#### MATERIAL SUPPLIED:
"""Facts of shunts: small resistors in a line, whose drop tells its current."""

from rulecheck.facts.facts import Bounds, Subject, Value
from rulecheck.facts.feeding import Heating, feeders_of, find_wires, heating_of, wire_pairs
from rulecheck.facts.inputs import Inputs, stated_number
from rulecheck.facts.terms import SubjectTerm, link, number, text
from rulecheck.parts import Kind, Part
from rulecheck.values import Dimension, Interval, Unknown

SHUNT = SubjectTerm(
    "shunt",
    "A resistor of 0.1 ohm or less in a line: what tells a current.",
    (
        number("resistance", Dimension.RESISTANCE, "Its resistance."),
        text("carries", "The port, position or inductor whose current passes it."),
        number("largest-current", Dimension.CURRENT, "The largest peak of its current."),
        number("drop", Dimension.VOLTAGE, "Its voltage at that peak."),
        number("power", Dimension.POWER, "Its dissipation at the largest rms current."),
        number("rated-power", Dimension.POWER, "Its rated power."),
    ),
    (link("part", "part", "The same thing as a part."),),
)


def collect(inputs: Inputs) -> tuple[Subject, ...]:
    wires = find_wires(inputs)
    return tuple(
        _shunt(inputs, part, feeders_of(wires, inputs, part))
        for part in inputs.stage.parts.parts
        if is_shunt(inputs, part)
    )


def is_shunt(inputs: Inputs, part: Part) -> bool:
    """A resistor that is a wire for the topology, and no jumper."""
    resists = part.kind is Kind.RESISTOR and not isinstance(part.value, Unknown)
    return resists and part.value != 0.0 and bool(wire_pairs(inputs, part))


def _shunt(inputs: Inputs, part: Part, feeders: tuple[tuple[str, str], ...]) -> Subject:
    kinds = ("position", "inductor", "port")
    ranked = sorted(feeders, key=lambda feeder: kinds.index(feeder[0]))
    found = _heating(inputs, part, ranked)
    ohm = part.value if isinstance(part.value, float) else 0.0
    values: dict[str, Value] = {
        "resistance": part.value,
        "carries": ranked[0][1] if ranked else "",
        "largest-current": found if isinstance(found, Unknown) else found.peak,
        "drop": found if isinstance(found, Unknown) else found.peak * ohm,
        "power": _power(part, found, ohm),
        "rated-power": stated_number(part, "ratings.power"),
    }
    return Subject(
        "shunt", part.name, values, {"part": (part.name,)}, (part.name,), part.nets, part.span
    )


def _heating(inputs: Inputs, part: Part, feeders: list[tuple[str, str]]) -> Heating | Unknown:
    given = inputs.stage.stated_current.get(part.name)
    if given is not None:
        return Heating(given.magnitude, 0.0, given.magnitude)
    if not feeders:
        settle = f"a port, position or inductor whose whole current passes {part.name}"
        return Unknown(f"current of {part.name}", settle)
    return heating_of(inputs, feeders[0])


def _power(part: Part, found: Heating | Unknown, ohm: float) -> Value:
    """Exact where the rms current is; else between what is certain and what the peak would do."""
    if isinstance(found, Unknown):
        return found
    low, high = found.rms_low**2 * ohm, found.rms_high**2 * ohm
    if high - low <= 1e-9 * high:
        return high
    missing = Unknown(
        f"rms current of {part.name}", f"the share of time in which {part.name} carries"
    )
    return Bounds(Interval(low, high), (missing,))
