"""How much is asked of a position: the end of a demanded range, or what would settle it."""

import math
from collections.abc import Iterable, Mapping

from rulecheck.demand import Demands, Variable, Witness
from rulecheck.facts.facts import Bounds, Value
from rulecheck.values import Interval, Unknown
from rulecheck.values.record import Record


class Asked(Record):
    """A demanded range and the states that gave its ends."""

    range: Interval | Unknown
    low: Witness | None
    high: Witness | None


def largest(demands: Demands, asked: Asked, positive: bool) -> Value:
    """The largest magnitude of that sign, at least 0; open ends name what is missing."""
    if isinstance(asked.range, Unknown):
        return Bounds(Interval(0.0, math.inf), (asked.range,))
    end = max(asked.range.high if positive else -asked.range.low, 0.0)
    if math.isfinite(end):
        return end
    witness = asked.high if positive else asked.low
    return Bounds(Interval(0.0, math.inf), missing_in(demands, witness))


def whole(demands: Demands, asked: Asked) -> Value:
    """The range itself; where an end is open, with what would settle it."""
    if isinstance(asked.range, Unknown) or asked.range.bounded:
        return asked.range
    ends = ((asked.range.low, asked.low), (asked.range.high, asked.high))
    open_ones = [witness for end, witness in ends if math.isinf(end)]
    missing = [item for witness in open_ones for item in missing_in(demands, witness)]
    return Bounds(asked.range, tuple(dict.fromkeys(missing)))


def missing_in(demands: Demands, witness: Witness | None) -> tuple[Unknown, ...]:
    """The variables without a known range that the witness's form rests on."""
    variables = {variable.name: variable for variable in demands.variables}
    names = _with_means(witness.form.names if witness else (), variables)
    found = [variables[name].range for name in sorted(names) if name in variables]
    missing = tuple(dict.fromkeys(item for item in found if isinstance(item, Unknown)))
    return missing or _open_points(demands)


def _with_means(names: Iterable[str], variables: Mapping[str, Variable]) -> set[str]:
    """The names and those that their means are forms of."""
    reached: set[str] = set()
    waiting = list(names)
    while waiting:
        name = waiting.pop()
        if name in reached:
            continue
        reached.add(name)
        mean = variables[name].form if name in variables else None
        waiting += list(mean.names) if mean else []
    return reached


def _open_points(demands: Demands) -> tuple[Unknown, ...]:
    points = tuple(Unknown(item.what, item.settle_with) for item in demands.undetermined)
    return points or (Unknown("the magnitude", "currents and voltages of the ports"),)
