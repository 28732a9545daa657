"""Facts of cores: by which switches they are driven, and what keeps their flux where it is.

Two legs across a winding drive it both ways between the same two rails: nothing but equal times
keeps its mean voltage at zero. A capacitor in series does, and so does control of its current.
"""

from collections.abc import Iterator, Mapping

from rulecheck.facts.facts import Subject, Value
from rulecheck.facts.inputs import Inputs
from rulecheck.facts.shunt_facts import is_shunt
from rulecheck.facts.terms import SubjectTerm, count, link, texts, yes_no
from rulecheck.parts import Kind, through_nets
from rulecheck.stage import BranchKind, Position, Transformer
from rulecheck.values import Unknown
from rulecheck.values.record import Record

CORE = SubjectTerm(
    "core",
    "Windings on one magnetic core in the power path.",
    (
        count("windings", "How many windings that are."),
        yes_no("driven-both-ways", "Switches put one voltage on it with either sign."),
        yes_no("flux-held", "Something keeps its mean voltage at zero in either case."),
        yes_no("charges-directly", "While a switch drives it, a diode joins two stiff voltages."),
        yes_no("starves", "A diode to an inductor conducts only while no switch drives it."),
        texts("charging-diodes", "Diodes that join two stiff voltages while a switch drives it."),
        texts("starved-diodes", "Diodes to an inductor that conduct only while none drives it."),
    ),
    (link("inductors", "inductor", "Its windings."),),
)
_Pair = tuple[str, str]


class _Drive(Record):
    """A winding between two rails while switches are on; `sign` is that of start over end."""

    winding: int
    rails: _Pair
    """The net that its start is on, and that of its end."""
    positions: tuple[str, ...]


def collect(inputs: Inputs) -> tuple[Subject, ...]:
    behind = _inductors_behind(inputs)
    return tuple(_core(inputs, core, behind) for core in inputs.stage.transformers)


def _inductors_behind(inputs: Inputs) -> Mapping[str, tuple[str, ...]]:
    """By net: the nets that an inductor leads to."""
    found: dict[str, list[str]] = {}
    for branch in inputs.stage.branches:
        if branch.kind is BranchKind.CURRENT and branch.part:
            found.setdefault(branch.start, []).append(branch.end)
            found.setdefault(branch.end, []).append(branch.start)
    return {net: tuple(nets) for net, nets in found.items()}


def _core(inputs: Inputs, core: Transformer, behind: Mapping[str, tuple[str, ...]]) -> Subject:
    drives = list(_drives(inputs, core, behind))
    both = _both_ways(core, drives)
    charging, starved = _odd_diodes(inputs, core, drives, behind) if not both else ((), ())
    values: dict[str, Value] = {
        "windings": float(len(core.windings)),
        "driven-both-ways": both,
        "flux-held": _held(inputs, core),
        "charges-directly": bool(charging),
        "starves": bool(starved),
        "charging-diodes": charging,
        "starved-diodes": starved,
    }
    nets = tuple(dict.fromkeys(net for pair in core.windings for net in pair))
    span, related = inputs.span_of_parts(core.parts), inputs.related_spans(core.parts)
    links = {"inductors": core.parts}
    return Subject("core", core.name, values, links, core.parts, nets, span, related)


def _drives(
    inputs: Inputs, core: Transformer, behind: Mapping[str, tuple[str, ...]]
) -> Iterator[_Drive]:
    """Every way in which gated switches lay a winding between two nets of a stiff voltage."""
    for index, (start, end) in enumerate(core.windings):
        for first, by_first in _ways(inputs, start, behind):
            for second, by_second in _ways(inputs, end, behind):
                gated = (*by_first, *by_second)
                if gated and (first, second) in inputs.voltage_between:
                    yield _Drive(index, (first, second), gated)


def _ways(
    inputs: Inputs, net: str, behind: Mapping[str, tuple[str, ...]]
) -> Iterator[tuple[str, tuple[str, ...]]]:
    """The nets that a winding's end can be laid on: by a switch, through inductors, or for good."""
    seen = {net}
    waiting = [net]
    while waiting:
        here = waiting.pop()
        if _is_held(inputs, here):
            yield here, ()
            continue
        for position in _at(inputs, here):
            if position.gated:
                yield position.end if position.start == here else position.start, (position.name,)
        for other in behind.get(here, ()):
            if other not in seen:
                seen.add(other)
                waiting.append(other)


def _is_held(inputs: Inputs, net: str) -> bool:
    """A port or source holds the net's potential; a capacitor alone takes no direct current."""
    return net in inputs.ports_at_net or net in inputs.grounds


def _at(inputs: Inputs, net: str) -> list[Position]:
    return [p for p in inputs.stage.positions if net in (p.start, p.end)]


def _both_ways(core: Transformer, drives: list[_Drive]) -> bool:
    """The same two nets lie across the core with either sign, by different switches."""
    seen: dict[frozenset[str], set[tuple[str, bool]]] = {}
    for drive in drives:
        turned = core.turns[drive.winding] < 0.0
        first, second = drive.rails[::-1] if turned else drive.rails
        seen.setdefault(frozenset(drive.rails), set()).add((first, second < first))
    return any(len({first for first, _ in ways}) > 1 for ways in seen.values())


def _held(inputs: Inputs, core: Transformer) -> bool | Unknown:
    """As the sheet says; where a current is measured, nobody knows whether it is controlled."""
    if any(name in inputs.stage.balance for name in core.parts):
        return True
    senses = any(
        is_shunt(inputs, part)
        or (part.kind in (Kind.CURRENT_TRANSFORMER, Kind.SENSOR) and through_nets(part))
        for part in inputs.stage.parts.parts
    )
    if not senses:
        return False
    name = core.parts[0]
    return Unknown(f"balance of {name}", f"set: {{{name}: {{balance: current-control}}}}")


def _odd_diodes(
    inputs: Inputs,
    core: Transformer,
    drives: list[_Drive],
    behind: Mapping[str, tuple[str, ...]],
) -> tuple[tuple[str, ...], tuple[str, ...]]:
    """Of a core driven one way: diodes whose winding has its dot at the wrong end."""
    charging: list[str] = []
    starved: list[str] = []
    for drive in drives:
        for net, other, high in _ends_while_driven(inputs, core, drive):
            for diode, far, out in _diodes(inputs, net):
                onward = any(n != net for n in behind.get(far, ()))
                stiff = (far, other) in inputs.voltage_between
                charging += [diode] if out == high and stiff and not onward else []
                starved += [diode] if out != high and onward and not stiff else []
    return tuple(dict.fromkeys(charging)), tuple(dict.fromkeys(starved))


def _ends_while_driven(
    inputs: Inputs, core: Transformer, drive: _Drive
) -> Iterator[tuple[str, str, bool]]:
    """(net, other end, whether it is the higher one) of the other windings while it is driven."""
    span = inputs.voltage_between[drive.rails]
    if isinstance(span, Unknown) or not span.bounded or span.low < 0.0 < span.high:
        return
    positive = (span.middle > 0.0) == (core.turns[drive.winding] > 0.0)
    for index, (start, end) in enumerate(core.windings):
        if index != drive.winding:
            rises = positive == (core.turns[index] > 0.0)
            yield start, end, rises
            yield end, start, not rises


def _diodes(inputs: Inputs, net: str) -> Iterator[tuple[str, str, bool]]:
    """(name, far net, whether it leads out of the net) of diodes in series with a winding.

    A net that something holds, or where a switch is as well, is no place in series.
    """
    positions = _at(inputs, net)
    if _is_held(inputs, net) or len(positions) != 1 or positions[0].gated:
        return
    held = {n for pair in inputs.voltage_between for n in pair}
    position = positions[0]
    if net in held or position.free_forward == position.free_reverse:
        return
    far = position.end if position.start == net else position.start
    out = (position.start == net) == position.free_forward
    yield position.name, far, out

#### PROBLEM REQUIREMENTS:
Of all the entries above, output exactly the lines between the one holding "tuple[tuple[str, str], ...])" and the one holding "def _power(part: Part, found: Heating", inclusive.

#### OUTPUT FOR THIS EXERCISE:
def _shunt(inputs: Inputs, part: Part, feeders: tuple[tuple[str, str], ...]) -> Subject:
    kinds = ("position", "inductor", "port")
    ranked = sorted(feeders, key=lambda feeder: kinds.index(feeder[0]))
    found = _heating(inputs, part, ranked)
    ohm = part.value if isinstance(part.value, float) else 0.0
    values: dict[str, Value] = {
        "resistance": part.value,
        "carries": ranked[0][1] if ranked else "",
        "largest-current": found if isinstance(found, Unknown) else found.peak,
        "drop": found if isinstance(found, Unknown) else found.peak * ohm,
        "power": _power(part, found, ohm),
        "rated-power": stated_number(part, "ratings.power"),
    }
    return Subject(
        "shunt", part.name, values, {"part": (part.name,)}, (part.name,), part.nets, part.span
    )


def _heating(inputs: Inputs, part: Part, feeders: list[tuple[str, str]]) -> Heating | Unknown:
    given = inputs.stage.stated_current.get(part.name)
    if given is not None:
        return Heating(given.magnitude, 0.0, given.magnitude)
    if not feeders:
        settle = f"a port, position or inductor whose whole current passes {part.name}"
        return Unknown(f"current of {part.name}", settle)
    return heating_of(inputs, feeders[0])


def _power(part: Part, found: Heating | Unknown, ohm: float) -> Value:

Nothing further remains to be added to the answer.